Uns ging es dabei vor allem um drei Schwerpunkte:

  1. Wirtschafts- und Wissenschaftsförderung im Verbund mit dem Strukturwandel
  2. Soziales mit dem Schwerpunkt Langzeitarbeitslosigkeit
  3. Digitalisierung

Zu 1 zitiere ich unseren Mann in Düsseldorf: Dr. Werner Pfeil: Eine der großen Herausforderungen unserer Region ist der Strukturwandel.

Die Mitglieder unserer Fraktion sind aktiv im Zweckverband und in der dort gegründeten Task-Force, die während der Sommerferien schon ein Projektpapier entwickelt hat.

Sie sind aber auch aktiv in der Gesellschafterversammlung der Zukunftsagentur Rheinisches Revier und im Landtag. Neben diesen guten Vorarbeiten, bei denen mögliche Umsetzungsprojekte aus den Regionen erarbeitet und vorgestellt werden, ist es jedoch auch notwendig für bereits jetzt umzusetzende Großprojekte die finanziellen Mittel zur Verfügung zu stellen, um die Planungen zügig voranzutreiben.

Andere Regionen in Deutschland entwickeln sich ebenso weiter fort, so daß wir hier nicht abwarten können, sondern mit voran gehen müssen.

Das bedeutet gerade für den EUREGIO Railport in Stolberg/Eschweiler, dass Gelder für entsprechende Planungen vorhanden sein müssen, denn hier geht es nicht nur um einen Umschlagplatz von Gütern, die von den Seehäfen in Rotterdam und Antwerpen zu uns kommen, es geht auch um Veredelung und die Ansiedlung neuer weiterer Firmen.

Das bedeutet für das Drehkreuz Weisweiler, dass hier Gelder ebenso für Planungen bereit gestellt werden müssen, um zügig die weitere Entwicklung zu begleiten.
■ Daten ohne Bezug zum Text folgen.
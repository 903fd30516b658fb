// Reminders to write a review: once per side per job, a few days after completion, only to a side that has
// not written, and only while writing is still open. A database of this file's own, since the pass sweeps all jobs.
import type { Knex } from 'knex';
import { afterAll, beforeAll, describe, expect, it } from 'vitest';
import { runWorkerTick } from '@/lib/jobs/worker';
import { sendReviewReminders } from '@/lib/reviews/reminders';
import { REVIEW_SETTINGS } from '@/lib/reviews/settings';
import { createReview } from '@/lib/reviews/writeReview';
import { addMember, daysAfter, makeJob, makeRider, makeShop, ownDatabase, shopReviewInput } from './support';

let db: Knex;
beforeAll(async () => {
  db = await ownDatabase('reminders');
});
afterAll(() => db?.destroy());

const reminders = (email: string) => db('outbox').where({ kind: 'review.reminder', to_email: email });

describe('review reminders', () => {
  it('reminds each side once, a few days after completion, and never again', async () => {
    const completedAt = new Date('2027-03-01T12:00:00Z');
    const rider = await makeRider(db);
    const builder = await makeShop(db);
    const colleague = await addMember(db, builder.shopId);
    const { jobId } = await makeJob(db, rider, builder.shopId, { completedAt });

    expect(await sendReviewReminders(db, daysAfter(completedAt, REVIEW_SETTINGS.reminderAfterDays - 0.1))).toBe(0);
    const due = daysAfter(completedAt, REVIEW_SETTINGS.reminderAfterDays);
    expect(await sendReviewReminders(db, due)).toBe(2);
    expect(await reminders(rider.email)).toHaveLength(1);
    expect(await reminders(builder.email)).toHaveLength(1);
    expect(await reminders(colleague.email)).toHaveLength(1);
    const [mail] = await reminders(rider.email);
    expect(mail.text_body).toContain(`/jobs/${jobId}`);
    expect(mail.subject).toContain('26-inch rear on a 3-inch rim');

    expect(await sendReviewReminders(db, daysAfter(due, 1))).toBe(0);
    expect(await reminders(rider.email)).toHaveLength(1);
    expect(await db('review_reminders').where({ job_id: jobId })).toHaveLength(2);
  });

  it('skips a side that has already written, and jobs whose review period is over', async () => {
    const now = new Date('2027-04-10T12:00:00Z');
    const rider = await makeRider(db);
    const builder = await makeShop(db);
    const fresh = await makeJob(db, rider, builder.shopId, { completedAt: daysAfter(now, -5) });
    await createReview(db, rider, shopReviewInput(fresh.jobId), daysAfter(now, -4));
    const stale = await makeJob(db, rider, builder.shopId, { completedAt: daysAfter(now, -(REVIEW_SETTINGS.reviewPeriodDays + 1)) });

    expect(await sendReviewReminders(db, now)).toBe(1);
    expect(await db('review_reminders').where({ job_id: fresh.jobId }).pluck('side')).toEqual(['shop']);
    expect(await db('review_reminders').where({ job_id: stale.jobId })).toHaveLength(0);
    expect(await reminders(rider.email)).toHaveLength(0);
  });

  it('runs as part of the worker’s tick, and the reminder is then sent', async () => {
    const now = new Date('2027-05-20T12:00:00Z');
    const rider = await makeRider(db);
    const builder = await makeShop(db);
    await makeJob(db, rider, builder.shopId, { completedAt: daysAfter(now, -4) });
    const sent: string[] = [];
    const report = await runWorkerTick(db, { now, send: async (m) => void sent.push(m.to) });
    expect(report.reviewReminders).toBeGreaterThanOrEqual(2);
    expect(sent).toEqual(expect.arrayContaining([rider.email, builder.email]));
  });
});
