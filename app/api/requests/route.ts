import { db } from '@/lib/db';
import { route, withStatus } from '@/lib/http/route';
import { createRequest } from '@/lib/market/createRequest';
import { listRiderRequests } from '@/lib/market/listRiderRequests';
import { createRequestBodySchema } from '@/lib/market/schema';

// A rider's requests (admins: everyone's), and posting a new one as a draft or published.
export const GET = route({ access: { roles: ['rider', 'admin'] } }, async ({ user }) => ({ requests: await listRiderRequests(db, user!) }));

export const POST = route({ access: { roles: ['rider'] }, body: createRequestBodySchema }, async ({ user, body }) => {
  const { publish, ...input } = body;
  return withStatus(201, await createRequest(db, user!, input, { publish }));
});
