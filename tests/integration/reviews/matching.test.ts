// Matching a published request with shops: the ranking (capability fit, distance, rating, backlog), who is
// eligible at all, the invitations written with the publish, and invitations that go out once only.
// A database of this file's own, emptied of shops and requests before each test, so rankings see only the test's shops.
import type { Knex } from 'knex';
import { afterAll, beforeAll, beforeEach, describe, expect, it } from 'vitest';
import { Conflict, Forbidden, NotFound } from '@/lib/errors';
import { invitableRequests, inviteShopToBid } from '@/lib/matching/invitations';
import { rankShopsForRequest } from '@/lib/matching/rankShops';
import { MATCH_SETTINGS, MATCH_WEIGHTS } from '@/lib/matching/settings';
import { cancelRequest } from '@/lib/market/cancelRequest';
import { createRequest } from '@/lib/market/createRequest';
import { placeBid } from '@/lib/market/placeBid';
import { bidInputSchema, requestInputSchema } from '@/lib/market/schema';
import { createReview } from '@/lib/reviews/writeReview';
import {
  daysAfter,
  makeJob,
  makeRider,
  makeShop,
  ownDatabase,
  publishNewRequest,
  requestValues,
  riderReviewInput,
  shopReviewInput,
  type ShopOptions,
} from './support';

let db: Knex;
beforeAll(async () => {
  db = await ownDatabase('matching');
});
afterAll(() => db?.destroy());
beforeEach(async () => {
  await db('wheel_requests').del();
  await db('shops').del();
  await db('outbox').del();
});

// The request the fixtures publish: one 26-inch rear, 80 mm (3-inch class) rim, 72 spokes of 12 gauge on a
// hub whose stock flange holes need drilling for that gauge; from Long Beach, CA.
const FULL = { rimWidthsIn: [3, 4], diametersIn: [24, 26], gauges: [12, 10], spokeCounts: [36, 72], hubDrilling: true };
const LONG_BEACH = { latitude: 33.7701, longitude: -118.1937 };
const ANAHEIM = { latitude: 33.8366, longitude: -117.9143 }; // about 17 miles away
const ALBUQUERQUE = { latitude: 35.0844, longitude: -106.6504 }; // about 670 miles away
const MILWAUKEE = { latitude: 43.0439, longitude: -87.8967 }; // about 1,750 miles away

const shop = (name: string, opts: ShopOptions = {}) => makeShop(db, { name, capabilities: FULL, ...LONG_BEACH, ...opts });
const order = (ranked: { name: string }[]) => ranked.map((s) => s.name);

/** Two visible reviews of `overall` stars for a shop, from jobs that completed long enough ago. */
async function reviewed(shopId: string, overall: number, count = 2) {
  for (let i = 0; i < count; i++) {
    const rider = await makeRider(db);
    const completedAt = daysAfter(new Date(), -30);
    const { jobId } = await makeJob(db, rider, shopId, { completedAt });
    await createReview(db, rider, shopReviewInput(jobId, overall), daysAfter(completedAt, 1));
  }
}

describe('ranking shops for a request', () => {
  it('ranks by capability fit: every need listed beats unlisted needs, which beat needs listed otherwise', async () => {
    await shop('Lists everything');
    await shop('Lists only sizes', { capabilities: { rimWidthsIn: [3], diametersIn: [26] } });
    await shop('Other gauges, no drilling', { capabilities: { ...FULL, gauges: [14], hubDrilling: false } });
    await shop('Wrong rim width', { capabilities: { ...FULL, rimWidthsIn: [4, 5] } });
    await shop('Wrong wheel size', { capabilities: { ...FULL, diametersIn: [24] } });
    await shop('Says nothing', { capabilities: {} });
    const rider = await makeRider(db);
    const request = await publishNewRequest(db, rider);

    const ranked = await rankShopsForRequest(db, request.id);
    expect(order(ranked)).toEqual(['Lists everything', 'Lists only sizes', 'Other gauges, no drilling']);
    expect(ranked.map((s) => s.parts.capability)).toEqual([1, (1 + 1 + 0.5 + 0.5 + 0) / 5, (1 + 1 + 0 + 1 + 0) / 5]);
    expect(ranked[0].reasons).toEqual(
      expect.arrayContaining(['builds 3 inch rims and 26 inch wheels', 'lists 12 gauge spokes', 'lists 72-spoke wheels', 'drills hub flanges, which this build needs']),
    );
    expect(ranked[2].reasons).toEqual(expect.arrayContaining(['does not list 12 gauge spokes', 'does not drill hub flanges, which this build needs']));
  });

  it('ranks nearer shops first when all else is equal, and keeps pickup requests to shops within reach', async () => {
    await shop('Milwaukee', MILWAUKEE);
    await shop('Albuquerque', ALBUQUERQUE);
    await shop('Anaheim', ANAHEIM);
    const rider = await makeRider(db);
    const shipped = await rankShopsForRequest(db, (await publishNewRequest(db, rider)).id);
    expect(order(shipped)).toEqual(['Anaheim', 'Albuquerque', 'Milwaukee']);
    // Great-circle miles through the map's haversine: Long Beach to Anaheim is about 17 miles.
    expect(shipped[0].distanceMiles).toBeGreaterThan(15);
    expect(shipped[0].distanceMiles).toBeLessThan(20);
    expect(shipped[2].distanceMiles).toBeGreaterThan(1700);

    const pickup = await rankShopsForRequest(db, (await publishNewRequest(db, rider, { delivery: 'pickup' })).id);
    expect(order(pickup)).toEqual(['Anaheim']);
    expect(MATCH_SETTINGS.pickupRadiusMiles).toBeLessThan(shipped[1].distanceMiles);
  });

  it('ranks a shop with good reviews above an unreviewed one, and counts only reviews open to view', async () => {
    const unreviewed = await shop('Unreviewed');
    const praised = await shop('Praised');
    const panned = await shop('Panned');
    const hidden = await shop('Hidden praise');
    void unreviewed;
    await reviewed(praised.shopId, 5, 3);
    await reviewed(panned.shopId, 1, 3);
    // A fresh review the shop has not answered stays hidden, so it does not count yet.
    const rider = await makeRider(db);
    const { jobId } = await makeJob(db, rider, hidden.shopId);
    await createReview(db, rider, shopReviewInput(jobId, 5));

    const ranked = await rankShopsForRequest(db, (await publishNewRequest(db, await makeRider(db))).id);
    expect(order(ranked)[0]).toBe('Praised');
    expect(ranked[0].rating).toMatchObject({ average: 5, count: 3 });
    expect(ranked[0].reasons).toContain('rated 5.0 of 5 from 3 reviews');
    const byName = Object.fromEntries(ranked.map((s) => [s.name, s]));
    expect(byName['Hidden praise'].rating.count).toBe(0);
    expect(byName['Hidden praise'].score).toBeCloseTo(byName['Unreviewed'].score, 10);
    expect(byName['Panned'].rating.score).toBe(0);

    // Once the shop answers, both reviews open and the rating counts.
    await createReview(db, hidden, riderReviewInput(jobId, 5));
    const again = await rankShopsForRequest(db, (await publishNewRequest(db, await makeRider(db))).id);
    expect(again.find((s) => s.name === 'Hidden praise')!.rating.count).toBe(1);
  });

  it('ranks a shop with free build slots above one whose slots are full', async () => {
    const busy = await shop('Fully booked', { buildsAtOnce: 2 });
    await shop('Free bench', { buildsAtOnce: 2 });
    const rider = await makeRider(db);
    await makeJob(db, rider, busy.shopId, { status: 'funded' });
    await makeJob(db, rider, busy.shopId, { status: 'building' });
    await makeJob(db, rider, busy.shopId, { status: 'completed' }); // finished work takes no slot

    const ranked = await rankShopsForRequest(db, (await publishNewRequest(db, rider)).id);
    expect(order(ranked)).toEqual(['Free bench', 'Fully booked']);
    expect(ranked.map((s) => [s.openJobs, s.parts.backlog])).toEqual([
      [0, 1],
      [2, 0],
    ]);
    expect(ranked[1].reasons).toContain('fully booked (2 open jobs)');
    expect(ranked[0].score - ranked[1].score).toBeCloseTo(MATCH_WEIGHTS.backlog, 10);
  });

  it('adds the weighted parts up to the score', async () => {
    await shop('Only shop', ALBUQUERQUE);
    const [ranked] = await rankShopsForRequest(db, (await publishNewRequest(db, await makeRider(db))).id);
    const { capability, distance, rating, backlog } = ranked.parts;
    expect(ranked.score).toBeCloseTo(
      MATCH_WEIGHTS.capability * capability + MATCH_WEIGHTS.distance * distance + MATCH_WEIGHTS.rating * rating + MATCH_WEIGHTS.backlog * backlog,
      12,
    );
    expect(MATCH_WEIGHTS.capability + MATCH_WEIGHTS.distance + MATCH_WEIGHTS.rating + MATCH_WEIGHTS.backlog).toBeCloseTo(1, 12);
    await expect(rankShopsForRequest(db, '00000000-0000-4000-8000-000000000000')).rejects.toThrow(NotFound);
  });
});

describe('invitations when a request is published', () => {
  it('invites the best few shops, with their e-mail in the outbox, and nobody else', async () => {
    const names = ['Near 1', 'Near 2', 'Near 3', 'Near 4', 'Near 5'];
    const near = [];
    for (const name of names) near.push(await shop(name, ANAHEIM));
    const far = await shop('Far away', MILWAUKEE);
    const unfit = await shop('Unfit', { capabilities: { rimWidthsIn: [5], diametersIn: [26] } });
    expect(MATCH_SETTINGS.inviteCount).toBe(5);

    const request = await publishNewRequest(db, await makeRider(db));
    const invitations = await db('shop_invitations').where({ request_id: request.id });
    expect(invitations.map((i) => i.shop_id).sort()).toEqual(near.map((s) => s.shopId).sort());
    expect(invitations.every((i) => i.source === 'match' && i.match_score > 0 && i.reasons.length > 0)).toBe(true);
    for (const s of near) {
      const mail = await db('outbox').where({ to_email: s.email, kind: 'request.invitation' });
      expect(mail).toHaveLength(1);
      expect(mail[0].text_body).toContain(`/board/${request.id}`);
    }
    expect(await db('outbox').whereIn('to_email', [far.email, unfit.email])).toHaveLength(0);
  });

  it('writes nothing when the publishing transaction rolls back', async () => {
    const builder = await shop('Would be invited');
    const rider = await makeRider(db);
    await expect(
      db.transaction(async (trx) => {
        await publishNewRequest(trx, rider);
        throw new Error('roll back');
      }),
    ).rejects.toThrow('roll back');
    expect(await db('shop_invitations')).toHaveLength(0);
    expect(await db('outbox').where({ to_email: builder.email })).toHaveLength(0);
  });

  it('invites no one for a draft', async () => {
    await shop('Waiting');
    await createRequest(db, await makeRider(db), requestInputSchema.parse(requestValues()));
    expect(await db('shop_invitations')).toHaveLength(0);
  });
});

describe('a rider invites a shop from its page', () => {
  it('sends one e-mail however often the rider asks, even when asked twice at once', async () => {
    const builder = await shop('Asked twice', MILWAUKEE); // far: left out of the matcher's five
    for (let i = 0; i < 5; i++) await shop(`Closer ${i}`, ANAHEIM);
    const rider = await makeRider(db);
    const request = await publishNewRequest(db, rider);
    expect(await db('shop_invitations').where({ shop_id: builder.shopId })).toHaveLength(0);

    const results = await Promise.all([inviteShopToBid(db, rider, builder.slug, request.id), inviteShopToBid(db, rider, builder.slug, request.id)]);
    expect(results.map((r) => r.invitedNow).sort()).toEqual([false, true]);
    expect((await inviteShopToBid(db, rider, builder.slug, request.id)).invitedNow).toBe(false);
    const rows = await db('shop_invitations').where({ shop_id: builder.shopId });
    expect(rows).toHaveLength(1);
    expect(rows[0]).toMatchObject({ source: 'rider', invited_by: rider.id, match_score: null });
    const mail = await db('outbox').where({ to_email: builder.email, kind: 'request.invitation' });
    expect(mail).toHaveLength(1);
    expect(mail[0].text_body).toContain('saw your shop page');
  });

  it('does not mail a shop the matcher already invited', async () => {
    const builder = await shop('Matched first');
    const rider = await makeRider(db);
    const request = await publishNewRequest(db, rider);
    expect(await invitableRequests(db, rider, builder.slug)).toEqual([{ id: request.id, title: request.title, invited: true, hasBid: false }]);
    expect((await inviteShopToBid(db, rider, builder.slug, request.id)).invitedNow).toBe(false);
    expect(await db('outbox').where({ to_email: builder.email, kind: 'request.invitation' })).toHaveLength(1);
  });

  it('only for the rider’s own open request, a shop that exists and has not bid', async () => {
    const builder = await shop('Guarded', MILWAUKEE);
    const rider = await makeRider(db);
    const request = await publishNewRequest(db, rider);
    await expect(inviteShopToBid(db, await makeRider(db), builder.slug, request.id)).rejects.toThrow(NotFound);
    await expect(inviteShopToBid(db, builder, builder.slug, request.id)).rejects.toThrow(Forbidden);
    await expect(inviteShopToBid(db, rider, 'no-such-shop', request.id)).rejects.toThrow(NotFound);

    const bidder = await shop('Already bid', MILWAUKEE);
    await placeBid(
      db,
      bidder,
      request.id,
      bidInputSchema.parse({ partsCents: 100, labourCents: 100, finishCents: 0, shippingCents: 0, leadTimeDays: 10, validUntil: daysAfter(new Date(), 5).toISOString().slice(0, 10) }),
    );
    await expect(inviteShopToBid(db, rider, bidder.slug, request.id)).rejects.toThrow(/already bid/);

    await cancelRequest(db, rider, request.id);
    await expect(inviteShopToBid(db, rider, builder.slug, request.id)).rejects.toThrow(Conflict);
    expect(await invitableRequests(db, rider, builder.slug)).toEqual([]);
  });
});
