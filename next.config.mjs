// Sent with every answer. Pages get their content security policy (with a per-request script nonce) from
// proxy.ts; API answers get a policy under which nothing can run or be framed.
const SECURITY_HEADERS = [
  { key: 'X-Content-Type-Options', value: 'nosniff' },
  { key: 'Referrer-Policy', value: 'strict-origin-when-cross-origin' },
  { key: 'X-Frame-Options', value: 'DENY' },
  { key: 'Permissions-Policy', value: 'camera=(), microphone=(), geolocation=(), payment=(), usb=()' },
];
const API_CONTENT_SECURITY_POLICY = "default-src 'none'; frame-ancestors 'none'; base-uri 'none'; form-action 'none'";

/** @type {import('next').NextConfig} */
const nextConfig = {
  // Native and Node-only packages stay out of the server bundle.
  serverExternalPackages: ['knex', 'pg', 'sharp', 'bcryptjs', 'nodemailer', 'stripe', '@aws-sdk/client-s3'],
  // The test command builds into its own folder so it never disturbs a running start command.
  distDir: process.env.NEXT_DIST_DIR || '.next',
  poweredByHeader: false,
  reactStrictMode: true,
  async headers() {
    return [
      { source: '/:path*', headers: SECURITY_HEADERS },
      { source: '/api/:path*', headers: [{ key: 'Content-Security-Policy', value: API_CONTENT_SECURITY_POLICY }] },
    ];
  },
};

export default nextConfig;
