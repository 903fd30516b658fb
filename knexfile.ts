import type { Knex } from 'knex';
import path from 'node:path';

// One config for the app, the scripts and the tests; the URL is the only thing that changes.
export function knexConfig(connection = process.env.DATABASE_URL ?? 'postgres://app@127.0.0.1:54329/lacewright'): Knex.Config {
  return {
    client: 'pg',
    connection,
    pool: { min: 0, max: Number(process.env.DB_POOL_MAX ?? 10) },
    migrations: { directory: path.join(process.cwd(), 'db/migrations'), extension: 'ts', loadExtensions: ['.ts'] },
    seeds: { directory: path.join(process.cwd(), 'db/seeds'), extension: 'ts', loadExtensions: ['.ts'] },
  };
}

const config: Record<string, Knex.Config> = {
  development: knexConfig(),
  production: knexConfig(),
  test: knexConfig(),
};

export default config;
Und das bedeutet für den Forschungsflugplatz Merzbrück, dass wir auch hier zeitnah die noch ausstehenden Planungen bezüglich der EUREGIO-Bahn zu Ende bringen, damit die Landebahn verschwenkt, die Forschungsgebäude der RWTH gebaut und E-Fly nicht nur auf dem Papier als neues Großprojekt entstehen kann.

Das sind nur drei Vorhaben, die ganz konkret jetzt schon mit Landesmitteln unterstützt werden und die für unsere Region eine hervorragende Möglichkeit der Weiterentwicklung darstellen.

Dazu kommt noch und das sei hier in aller Deutlichkeit gesagt, dass das Wissenschaftsministerium am 5.12.2018 bekannt gegeben hat, dass es die ERASMUS+ Initiative zur "Stärkung der länderübergreifenden Partnerschaft zwischen Hochschuleinrichtungen" in ganz Europa fördert.

Voraussetzung ist, dass Kooperationsmodelle unterstützt werden, die mit mindestens drei Hochschulen aus drei "ERASMUS"-Ländern zusammenarbeiten. Hier greifen wir eine alte Forderung der FDP-Fraktion in diesem Hause auf, eine strukturelle Zusammenarbeit der Hochschulen in Lüttich, Maastricht, Hasselt und Aachen weiter zu entwickeln.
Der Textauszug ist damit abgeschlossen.